On the final days of her trip, her manager asked her if she’d thought about filming a video for her album there. She didn’t have a team, she didn’t have any concepts, but within 24 hours, she connected with director Aram Sabbah, and recruited her relatives to help. She decided to record the video for “Stick of Gum,” a twinkling, upbeat track that opens with her slightly sardonic voice singing, “I swear if I showed you a song I made, you’d say it’s not your taste / If anyone else but me made it, it’s a masterpiece.”
The final product is a touching tribute to her family home, as the camera lingers on the balconies, rooftops, and streets of Jericho. “It’s perfect,” she says. “I wouldn’t change a thing.”
The song was originally intended to be the final track on the album, until Hasan decided at the last minute to change it to “Chemical Mark,” which she calls “her deepest song.” It was inspired by a study she’d read about the impacts of trauma. In a study of mice, scientists found that exposure to stress could leave a chemical mark, something that could be passed down across generations.
Over the last year, the singer has watched the decimation of Gaza along with the rest of the world.
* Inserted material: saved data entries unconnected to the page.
/// Adds row `i`'s objects of one collection to the event; on a bad value,
/// the object's position in the list and what is wrong.
fn add_objects(
    c: &Collection<'_>,
    i: usize,
    event: &mut Event,
) -> Result<(), (Option<usize>, Fault)> {
    // A null list with no count column saying otherwise is an empty one
    // only if lengths were checked equal; here lengths agree, so a null
    // pt list means "no objects".
    let Some((start, end)) = c.pt.range(i) else {
        return Ok(());
    };
    let offset = |l: &ListColumn<'_>| l.range(i).map_or(0, |(a, _)| a);
    let (o_eta, o_phi, o_m) = (offset(&c.eta), offset(&c.phi), offset(&c.mass_or_energy));
    let o_btag = c.btag.as_ref().map(offset);
    let o_charge = c.charge.as_ref().map(offset);
    let truths = c.truth.as_ref().and_then(|t| t.row(i));
    let mass_given = c.cols.mass.is_some();
    for k in 0..end - start {
        let at = |f: Fault| (Some(k), f);
        let m = c.mass_or_energy.values.get(o_m + k);
        let p4 = validate::four_momentum(Kinematics {
            pt: c.pt.values.get(start + k),
            eta: c.eta.values.get(o_eta + k),
            phi: c.phi.values.get(o_phi + k),
            mass_or_energy: if mass_given { Ok(m) } else { Err(m) },
            negative_mass: c.cols.negative_mass,
        })
        .map_err(at)?;
        let truth = match &truths {
            None => None,
            Some(t) => Some(validate::truth(t.get(k).and_then(|s| s.as_deref())).map_err(at)?),
        };
        match c.kind {
            Kind::Jet => {
                let btag = match (&c.btag, o_btag) {
                    (Some(b), Some(o)) => {
                        validate::btag(b.values.get(o + k), c.cols.negative_btag).map_err(at)?
                    }
                    _ => 0.0,
                };
                let index = event.jets.len() as u32;
                event.jets.push(Jet {
                    p4,
                    btag,
                    truth,
                    index,
                });
            }
            Kind::FatJet => {
                let index = event.fat_jets.len() as u32;
                event.fat_jets.push(FatJet { p4, truth, index });
            }
            Kind::Electron | Kind::Muon => {
                let charge = match (&c.charge, o_charge) {
                    (Some(q), Some(o)) => validate::charge(q.values.get(o + k)).map_err(at)?,
                    _ => 0,
                };
                let (list, flavour) = if c.kind == Kind::Electron {
                    (&mut event.electrons, Flavour::Electron)
                } else {
                    (&mut event.muons, Flavour::Muon)
                };
                let index = list.len() as u32;
                list.push(Lepton {
                    p4,
                    flavour,
                    charge,
                    truth,
                    index,
                });
            }
        }
    }
    Ok(())
}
The Gaza Health Ministry estimates that more than 40,000 residents have been killed, and according to the United Nations, at least 1.9 million people across the Gaza Strip have been displaced. “We’re about to be a year into this,” she says. “There are probably already marks on my heart, on all of our hearts, of what we’ve been enduring.”
Just a few days out from the album’s release, Hasan knows that she’s chosen a more difficult path for herself. Since last fall, she has gotten a few offers from other labels, but she says most of them were lowballs. On her own, things are harder. Nemahsis has to rely on her audience to help promote her songs, and count on word-of-mouth. She sees this album as her final shot at a career she’s been planning out for years, and if it is, she’s glad it’s on her terms.
“The industry has created a beast,” she says about her recent obstacles. “I’ve missed how many meals? What’s three more? My entire existence is a risk. I know that not everybody is going to understand me, or like me, so if you don’t, I won’t take it personally. I’ve let all of that go.”